▶ Task goal
Scan the records for the word "moments". Report each line where it occurs.
Material for the task START
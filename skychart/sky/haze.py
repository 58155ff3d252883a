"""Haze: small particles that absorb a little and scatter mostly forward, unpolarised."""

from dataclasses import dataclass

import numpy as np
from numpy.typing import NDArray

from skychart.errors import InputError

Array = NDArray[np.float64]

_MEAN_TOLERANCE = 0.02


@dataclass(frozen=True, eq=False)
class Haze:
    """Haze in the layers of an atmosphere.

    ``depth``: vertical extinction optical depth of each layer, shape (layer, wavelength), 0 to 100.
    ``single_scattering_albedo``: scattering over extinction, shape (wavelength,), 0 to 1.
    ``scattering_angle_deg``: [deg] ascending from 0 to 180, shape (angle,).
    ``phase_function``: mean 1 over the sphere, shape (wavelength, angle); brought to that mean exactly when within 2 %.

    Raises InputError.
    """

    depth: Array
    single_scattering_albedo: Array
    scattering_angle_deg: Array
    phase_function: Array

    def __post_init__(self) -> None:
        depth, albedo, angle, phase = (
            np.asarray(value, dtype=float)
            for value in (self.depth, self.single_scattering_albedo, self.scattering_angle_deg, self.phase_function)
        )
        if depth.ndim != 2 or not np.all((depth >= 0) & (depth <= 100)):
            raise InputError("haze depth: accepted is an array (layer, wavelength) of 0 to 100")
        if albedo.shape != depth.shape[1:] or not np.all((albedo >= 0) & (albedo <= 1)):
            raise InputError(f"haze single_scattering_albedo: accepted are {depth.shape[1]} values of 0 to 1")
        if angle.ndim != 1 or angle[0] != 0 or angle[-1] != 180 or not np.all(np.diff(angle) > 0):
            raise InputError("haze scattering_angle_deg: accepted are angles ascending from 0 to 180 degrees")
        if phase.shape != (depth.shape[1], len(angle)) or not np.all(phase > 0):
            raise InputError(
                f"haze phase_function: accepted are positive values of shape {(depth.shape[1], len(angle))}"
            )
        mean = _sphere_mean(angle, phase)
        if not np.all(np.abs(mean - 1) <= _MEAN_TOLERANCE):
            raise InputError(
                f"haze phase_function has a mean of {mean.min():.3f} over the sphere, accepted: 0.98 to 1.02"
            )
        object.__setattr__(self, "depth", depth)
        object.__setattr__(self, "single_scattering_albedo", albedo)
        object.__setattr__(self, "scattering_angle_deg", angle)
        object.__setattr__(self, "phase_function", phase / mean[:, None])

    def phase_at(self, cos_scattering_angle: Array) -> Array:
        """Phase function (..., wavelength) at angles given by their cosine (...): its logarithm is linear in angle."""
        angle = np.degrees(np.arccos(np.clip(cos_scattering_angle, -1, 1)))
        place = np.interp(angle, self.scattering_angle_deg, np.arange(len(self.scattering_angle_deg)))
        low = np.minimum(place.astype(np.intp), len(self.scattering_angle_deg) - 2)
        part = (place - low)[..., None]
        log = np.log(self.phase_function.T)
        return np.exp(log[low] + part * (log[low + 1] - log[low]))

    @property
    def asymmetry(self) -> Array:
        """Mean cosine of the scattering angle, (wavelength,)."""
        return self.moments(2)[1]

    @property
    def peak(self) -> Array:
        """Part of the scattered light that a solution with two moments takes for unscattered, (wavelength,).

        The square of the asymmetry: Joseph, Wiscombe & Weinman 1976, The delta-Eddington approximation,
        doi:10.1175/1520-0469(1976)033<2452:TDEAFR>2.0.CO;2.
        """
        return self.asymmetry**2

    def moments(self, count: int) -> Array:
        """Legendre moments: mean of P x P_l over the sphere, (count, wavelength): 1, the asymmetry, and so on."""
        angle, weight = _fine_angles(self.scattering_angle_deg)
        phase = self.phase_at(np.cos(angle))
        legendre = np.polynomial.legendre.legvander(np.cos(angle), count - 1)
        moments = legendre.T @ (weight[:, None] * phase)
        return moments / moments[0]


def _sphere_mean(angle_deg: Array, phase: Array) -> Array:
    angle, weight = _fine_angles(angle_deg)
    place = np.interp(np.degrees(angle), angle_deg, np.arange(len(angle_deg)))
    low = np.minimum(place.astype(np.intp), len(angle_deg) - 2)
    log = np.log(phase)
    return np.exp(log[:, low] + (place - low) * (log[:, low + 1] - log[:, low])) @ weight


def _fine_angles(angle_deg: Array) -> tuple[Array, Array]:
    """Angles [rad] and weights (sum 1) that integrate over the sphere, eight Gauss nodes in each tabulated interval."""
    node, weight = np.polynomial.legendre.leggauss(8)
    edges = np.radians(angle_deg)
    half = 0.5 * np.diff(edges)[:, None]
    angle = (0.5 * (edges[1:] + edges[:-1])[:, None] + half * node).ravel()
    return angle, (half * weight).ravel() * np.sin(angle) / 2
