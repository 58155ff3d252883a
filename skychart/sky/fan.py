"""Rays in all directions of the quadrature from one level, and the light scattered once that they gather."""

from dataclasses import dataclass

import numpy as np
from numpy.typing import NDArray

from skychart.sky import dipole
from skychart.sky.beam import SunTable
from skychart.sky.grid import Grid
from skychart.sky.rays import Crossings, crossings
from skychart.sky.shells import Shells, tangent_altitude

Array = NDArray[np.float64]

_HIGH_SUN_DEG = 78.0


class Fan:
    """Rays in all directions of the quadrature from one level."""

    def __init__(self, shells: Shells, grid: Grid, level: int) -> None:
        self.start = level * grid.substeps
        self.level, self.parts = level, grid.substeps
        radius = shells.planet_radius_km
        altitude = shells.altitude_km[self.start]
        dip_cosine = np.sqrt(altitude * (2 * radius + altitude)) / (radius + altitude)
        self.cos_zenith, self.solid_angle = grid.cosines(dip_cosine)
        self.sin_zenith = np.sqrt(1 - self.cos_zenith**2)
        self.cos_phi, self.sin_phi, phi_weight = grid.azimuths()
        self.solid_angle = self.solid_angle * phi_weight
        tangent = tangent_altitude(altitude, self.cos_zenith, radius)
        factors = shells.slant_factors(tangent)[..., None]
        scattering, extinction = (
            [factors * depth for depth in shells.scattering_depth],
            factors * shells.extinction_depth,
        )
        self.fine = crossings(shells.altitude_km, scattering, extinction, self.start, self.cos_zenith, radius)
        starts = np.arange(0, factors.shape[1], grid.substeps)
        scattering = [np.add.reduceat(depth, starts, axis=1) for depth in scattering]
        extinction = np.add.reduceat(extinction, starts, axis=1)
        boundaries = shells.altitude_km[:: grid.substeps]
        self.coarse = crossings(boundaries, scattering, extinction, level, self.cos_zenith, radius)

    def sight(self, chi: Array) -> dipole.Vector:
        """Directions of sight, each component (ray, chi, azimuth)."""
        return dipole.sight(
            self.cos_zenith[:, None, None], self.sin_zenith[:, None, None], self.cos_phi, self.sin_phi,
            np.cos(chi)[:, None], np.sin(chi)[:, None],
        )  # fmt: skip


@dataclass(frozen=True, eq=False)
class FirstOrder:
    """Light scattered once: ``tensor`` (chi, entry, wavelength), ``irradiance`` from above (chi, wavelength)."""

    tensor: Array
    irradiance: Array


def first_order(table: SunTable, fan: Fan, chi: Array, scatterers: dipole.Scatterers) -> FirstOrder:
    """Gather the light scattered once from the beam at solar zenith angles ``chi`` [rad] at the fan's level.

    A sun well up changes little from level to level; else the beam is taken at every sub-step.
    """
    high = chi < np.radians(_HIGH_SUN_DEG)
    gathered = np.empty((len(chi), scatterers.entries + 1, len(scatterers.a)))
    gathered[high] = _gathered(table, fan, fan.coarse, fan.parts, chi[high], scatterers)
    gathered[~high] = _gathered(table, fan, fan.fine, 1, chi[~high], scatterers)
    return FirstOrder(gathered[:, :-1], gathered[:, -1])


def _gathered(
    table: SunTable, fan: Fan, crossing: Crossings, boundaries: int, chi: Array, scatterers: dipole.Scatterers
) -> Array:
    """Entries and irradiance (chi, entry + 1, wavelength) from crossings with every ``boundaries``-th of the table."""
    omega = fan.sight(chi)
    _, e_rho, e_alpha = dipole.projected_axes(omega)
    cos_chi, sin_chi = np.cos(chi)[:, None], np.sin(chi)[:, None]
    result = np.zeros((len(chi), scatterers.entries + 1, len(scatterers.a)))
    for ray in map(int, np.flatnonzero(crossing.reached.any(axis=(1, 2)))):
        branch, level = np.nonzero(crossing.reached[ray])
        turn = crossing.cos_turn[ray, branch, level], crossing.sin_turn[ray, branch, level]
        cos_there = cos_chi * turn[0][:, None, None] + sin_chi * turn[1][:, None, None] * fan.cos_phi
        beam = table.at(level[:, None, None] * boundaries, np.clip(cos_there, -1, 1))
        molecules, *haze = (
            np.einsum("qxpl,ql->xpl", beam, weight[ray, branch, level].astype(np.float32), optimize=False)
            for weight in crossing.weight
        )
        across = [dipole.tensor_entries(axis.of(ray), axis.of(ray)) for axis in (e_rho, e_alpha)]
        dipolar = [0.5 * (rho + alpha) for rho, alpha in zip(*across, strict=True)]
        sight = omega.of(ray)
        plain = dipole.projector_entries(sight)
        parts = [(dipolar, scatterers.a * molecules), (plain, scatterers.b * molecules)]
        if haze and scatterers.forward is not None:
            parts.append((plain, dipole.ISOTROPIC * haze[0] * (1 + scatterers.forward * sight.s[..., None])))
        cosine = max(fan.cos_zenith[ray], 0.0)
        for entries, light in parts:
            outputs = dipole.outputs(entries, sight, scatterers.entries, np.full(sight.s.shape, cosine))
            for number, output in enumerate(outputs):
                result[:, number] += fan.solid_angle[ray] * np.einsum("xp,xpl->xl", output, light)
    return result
Material for the task END
Material for the task START
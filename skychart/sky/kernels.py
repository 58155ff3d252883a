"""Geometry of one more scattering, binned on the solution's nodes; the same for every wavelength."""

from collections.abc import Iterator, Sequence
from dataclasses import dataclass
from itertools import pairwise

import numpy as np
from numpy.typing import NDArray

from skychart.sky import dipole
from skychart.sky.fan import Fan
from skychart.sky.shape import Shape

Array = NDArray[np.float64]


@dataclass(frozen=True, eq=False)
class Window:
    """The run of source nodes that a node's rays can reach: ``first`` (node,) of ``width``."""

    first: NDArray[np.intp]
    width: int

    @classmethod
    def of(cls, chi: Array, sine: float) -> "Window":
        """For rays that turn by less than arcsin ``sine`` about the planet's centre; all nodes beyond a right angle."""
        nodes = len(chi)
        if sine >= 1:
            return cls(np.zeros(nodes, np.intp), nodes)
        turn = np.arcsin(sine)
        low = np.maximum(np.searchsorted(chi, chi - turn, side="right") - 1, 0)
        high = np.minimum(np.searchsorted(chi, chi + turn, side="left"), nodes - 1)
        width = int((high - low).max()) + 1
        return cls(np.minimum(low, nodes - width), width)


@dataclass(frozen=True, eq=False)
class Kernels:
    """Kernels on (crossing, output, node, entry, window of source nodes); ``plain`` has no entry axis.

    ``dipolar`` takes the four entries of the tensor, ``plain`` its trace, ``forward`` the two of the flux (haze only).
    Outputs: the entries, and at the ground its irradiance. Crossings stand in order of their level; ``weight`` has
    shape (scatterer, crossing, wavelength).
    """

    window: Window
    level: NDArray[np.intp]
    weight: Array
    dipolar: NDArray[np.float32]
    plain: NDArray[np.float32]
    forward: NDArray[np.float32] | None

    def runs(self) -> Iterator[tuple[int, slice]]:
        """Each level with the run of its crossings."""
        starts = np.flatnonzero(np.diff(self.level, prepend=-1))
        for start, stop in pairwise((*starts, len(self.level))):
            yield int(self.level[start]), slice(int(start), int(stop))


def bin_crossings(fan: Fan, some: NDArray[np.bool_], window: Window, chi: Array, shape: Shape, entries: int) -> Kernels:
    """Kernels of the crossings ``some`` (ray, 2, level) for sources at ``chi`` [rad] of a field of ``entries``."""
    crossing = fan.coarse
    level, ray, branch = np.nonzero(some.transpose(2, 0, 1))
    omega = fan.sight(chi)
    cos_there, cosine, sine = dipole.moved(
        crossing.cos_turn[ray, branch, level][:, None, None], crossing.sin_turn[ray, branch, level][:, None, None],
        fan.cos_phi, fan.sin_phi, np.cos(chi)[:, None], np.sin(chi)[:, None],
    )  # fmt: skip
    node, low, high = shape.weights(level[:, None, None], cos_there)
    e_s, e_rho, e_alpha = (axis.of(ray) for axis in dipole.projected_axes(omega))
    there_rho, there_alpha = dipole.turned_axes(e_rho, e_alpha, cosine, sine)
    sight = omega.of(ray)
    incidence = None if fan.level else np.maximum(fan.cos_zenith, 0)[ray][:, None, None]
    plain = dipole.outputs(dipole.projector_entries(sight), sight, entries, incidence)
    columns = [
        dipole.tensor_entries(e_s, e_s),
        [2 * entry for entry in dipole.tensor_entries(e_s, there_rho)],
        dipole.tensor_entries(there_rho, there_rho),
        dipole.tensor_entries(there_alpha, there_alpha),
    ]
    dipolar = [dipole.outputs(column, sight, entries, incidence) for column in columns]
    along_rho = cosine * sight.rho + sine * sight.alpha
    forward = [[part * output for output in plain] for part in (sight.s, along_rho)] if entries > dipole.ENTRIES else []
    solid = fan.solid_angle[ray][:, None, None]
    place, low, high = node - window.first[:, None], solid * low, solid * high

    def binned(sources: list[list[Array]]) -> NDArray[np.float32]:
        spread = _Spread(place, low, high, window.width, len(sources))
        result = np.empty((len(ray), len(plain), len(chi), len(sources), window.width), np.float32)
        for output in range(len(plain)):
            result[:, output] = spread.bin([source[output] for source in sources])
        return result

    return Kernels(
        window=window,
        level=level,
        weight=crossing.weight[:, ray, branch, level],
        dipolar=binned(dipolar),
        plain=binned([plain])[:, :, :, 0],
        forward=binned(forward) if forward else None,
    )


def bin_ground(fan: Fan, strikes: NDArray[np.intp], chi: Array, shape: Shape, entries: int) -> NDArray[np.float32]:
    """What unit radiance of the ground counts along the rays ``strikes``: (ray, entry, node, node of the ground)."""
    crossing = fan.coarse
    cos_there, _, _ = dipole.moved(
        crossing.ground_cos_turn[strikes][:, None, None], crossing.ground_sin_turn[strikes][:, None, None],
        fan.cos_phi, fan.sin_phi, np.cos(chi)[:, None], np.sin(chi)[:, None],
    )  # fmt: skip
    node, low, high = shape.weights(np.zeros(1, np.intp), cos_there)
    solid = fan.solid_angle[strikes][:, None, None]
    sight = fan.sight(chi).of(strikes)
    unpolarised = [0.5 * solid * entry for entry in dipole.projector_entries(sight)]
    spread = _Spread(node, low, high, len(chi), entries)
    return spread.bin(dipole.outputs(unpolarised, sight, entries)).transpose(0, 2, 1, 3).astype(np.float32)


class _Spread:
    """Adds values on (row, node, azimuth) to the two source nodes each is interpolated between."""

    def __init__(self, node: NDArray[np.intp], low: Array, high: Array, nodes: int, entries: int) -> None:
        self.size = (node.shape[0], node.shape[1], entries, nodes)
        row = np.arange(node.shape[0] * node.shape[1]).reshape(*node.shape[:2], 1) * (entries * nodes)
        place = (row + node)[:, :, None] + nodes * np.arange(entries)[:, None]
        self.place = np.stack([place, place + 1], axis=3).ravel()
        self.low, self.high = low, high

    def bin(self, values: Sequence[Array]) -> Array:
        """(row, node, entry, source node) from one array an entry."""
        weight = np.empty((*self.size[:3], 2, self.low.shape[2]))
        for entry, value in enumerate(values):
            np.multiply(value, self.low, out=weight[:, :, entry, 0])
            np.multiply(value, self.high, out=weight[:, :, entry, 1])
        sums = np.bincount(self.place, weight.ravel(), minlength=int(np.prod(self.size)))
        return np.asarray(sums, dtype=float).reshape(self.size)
Material for the task END
Material for the task START
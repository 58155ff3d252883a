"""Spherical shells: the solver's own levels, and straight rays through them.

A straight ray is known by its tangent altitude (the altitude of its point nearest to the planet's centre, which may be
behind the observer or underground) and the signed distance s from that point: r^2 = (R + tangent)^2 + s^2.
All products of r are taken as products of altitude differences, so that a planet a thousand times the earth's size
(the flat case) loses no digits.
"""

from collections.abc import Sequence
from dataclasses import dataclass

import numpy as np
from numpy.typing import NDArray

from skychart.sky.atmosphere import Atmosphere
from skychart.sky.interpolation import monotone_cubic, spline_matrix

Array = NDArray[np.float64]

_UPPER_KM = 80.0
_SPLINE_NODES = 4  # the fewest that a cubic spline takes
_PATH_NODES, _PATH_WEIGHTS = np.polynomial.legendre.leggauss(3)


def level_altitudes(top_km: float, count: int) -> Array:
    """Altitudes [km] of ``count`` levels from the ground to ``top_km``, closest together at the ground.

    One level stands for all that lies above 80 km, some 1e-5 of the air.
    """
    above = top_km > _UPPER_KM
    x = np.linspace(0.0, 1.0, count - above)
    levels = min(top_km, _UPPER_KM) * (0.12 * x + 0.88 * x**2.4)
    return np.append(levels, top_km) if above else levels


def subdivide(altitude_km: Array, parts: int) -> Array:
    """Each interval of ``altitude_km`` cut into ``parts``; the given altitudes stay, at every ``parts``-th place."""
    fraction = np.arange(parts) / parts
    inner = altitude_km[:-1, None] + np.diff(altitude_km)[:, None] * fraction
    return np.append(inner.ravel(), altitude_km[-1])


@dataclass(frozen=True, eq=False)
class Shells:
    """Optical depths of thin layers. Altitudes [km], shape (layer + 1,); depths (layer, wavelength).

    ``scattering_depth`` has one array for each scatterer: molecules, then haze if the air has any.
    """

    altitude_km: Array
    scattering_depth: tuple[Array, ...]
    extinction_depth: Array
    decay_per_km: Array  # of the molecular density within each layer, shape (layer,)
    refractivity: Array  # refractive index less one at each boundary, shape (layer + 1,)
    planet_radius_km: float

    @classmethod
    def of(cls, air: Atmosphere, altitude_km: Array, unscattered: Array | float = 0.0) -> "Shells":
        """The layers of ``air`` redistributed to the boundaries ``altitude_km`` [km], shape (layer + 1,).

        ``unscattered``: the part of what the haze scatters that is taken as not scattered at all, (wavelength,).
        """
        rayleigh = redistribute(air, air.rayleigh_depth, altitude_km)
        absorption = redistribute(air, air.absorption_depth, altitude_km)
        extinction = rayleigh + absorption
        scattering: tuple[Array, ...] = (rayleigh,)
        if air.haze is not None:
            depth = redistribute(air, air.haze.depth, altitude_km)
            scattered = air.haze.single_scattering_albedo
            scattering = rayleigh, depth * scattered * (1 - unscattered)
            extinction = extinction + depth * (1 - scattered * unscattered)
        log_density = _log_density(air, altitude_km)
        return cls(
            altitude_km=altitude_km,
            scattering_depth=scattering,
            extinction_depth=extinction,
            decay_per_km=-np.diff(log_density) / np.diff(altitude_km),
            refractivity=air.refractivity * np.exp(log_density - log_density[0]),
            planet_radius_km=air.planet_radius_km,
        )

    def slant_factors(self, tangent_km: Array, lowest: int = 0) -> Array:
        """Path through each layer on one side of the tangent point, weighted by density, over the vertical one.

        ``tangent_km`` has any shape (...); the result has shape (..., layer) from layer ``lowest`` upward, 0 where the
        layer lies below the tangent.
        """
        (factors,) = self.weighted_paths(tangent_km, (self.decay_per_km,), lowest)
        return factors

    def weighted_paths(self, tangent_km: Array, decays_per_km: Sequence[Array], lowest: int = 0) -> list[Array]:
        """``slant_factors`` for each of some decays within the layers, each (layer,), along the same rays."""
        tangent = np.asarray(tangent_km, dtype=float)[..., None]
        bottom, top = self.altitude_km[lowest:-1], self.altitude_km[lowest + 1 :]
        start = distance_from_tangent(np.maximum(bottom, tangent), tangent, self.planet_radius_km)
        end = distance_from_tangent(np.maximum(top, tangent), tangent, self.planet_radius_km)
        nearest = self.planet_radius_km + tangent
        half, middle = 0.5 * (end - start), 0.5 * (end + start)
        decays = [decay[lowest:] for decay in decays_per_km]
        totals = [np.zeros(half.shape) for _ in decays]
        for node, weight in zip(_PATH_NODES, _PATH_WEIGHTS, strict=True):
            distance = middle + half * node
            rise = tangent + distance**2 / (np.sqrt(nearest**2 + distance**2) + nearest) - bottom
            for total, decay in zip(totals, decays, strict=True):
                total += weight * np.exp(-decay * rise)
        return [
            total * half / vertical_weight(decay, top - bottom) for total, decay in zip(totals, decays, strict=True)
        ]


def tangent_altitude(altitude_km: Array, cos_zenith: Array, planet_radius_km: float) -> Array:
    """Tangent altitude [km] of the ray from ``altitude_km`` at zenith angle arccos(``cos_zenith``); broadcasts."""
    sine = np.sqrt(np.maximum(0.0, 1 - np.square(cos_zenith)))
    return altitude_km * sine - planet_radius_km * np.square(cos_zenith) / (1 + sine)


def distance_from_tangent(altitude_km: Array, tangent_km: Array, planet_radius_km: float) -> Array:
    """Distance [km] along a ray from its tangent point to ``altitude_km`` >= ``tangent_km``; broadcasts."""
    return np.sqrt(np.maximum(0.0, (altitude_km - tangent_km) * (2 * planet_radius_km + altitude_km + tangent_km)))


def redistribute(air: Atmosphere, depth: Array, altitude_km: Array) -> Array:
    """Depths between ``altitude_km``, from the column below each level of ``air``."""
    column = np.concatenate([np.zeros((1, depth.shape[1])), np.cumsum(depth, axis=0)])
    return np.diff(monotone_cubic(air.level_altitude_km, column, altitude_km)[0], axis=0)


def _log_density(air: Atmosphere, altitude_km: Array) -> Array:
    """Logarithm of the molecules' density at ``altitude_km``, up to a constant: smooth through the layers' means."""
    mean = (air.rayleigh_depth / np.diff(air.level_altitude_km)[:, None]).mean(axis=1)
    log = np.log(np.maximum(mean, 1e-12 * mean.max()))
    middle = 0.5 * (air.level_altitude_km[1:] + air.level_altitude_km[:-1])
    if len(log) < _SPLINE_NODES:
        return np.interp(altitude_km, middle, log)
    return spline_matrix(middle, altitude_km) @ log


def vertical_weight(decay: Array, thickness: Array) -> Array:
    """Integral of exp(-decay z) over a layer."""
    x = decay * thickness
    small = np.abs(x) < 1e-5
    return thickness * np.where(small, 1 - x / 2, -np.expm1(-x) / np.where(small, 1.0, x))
Material for the task END
▶ Result of this exercise
        return self.moments(2)[1]
        """Part of the scattered light that a solution with two moments takes for unscattered, (wavelength,).
    def moments(self, count: int) -> Array:
        """Legendre moments: mean of P x P_l over the sphere, (count, wavelength): 1, the asymmetry, and so on."""
        moments = legendre.T @ (weight[:, None] * phase)
        return moments / moments[0]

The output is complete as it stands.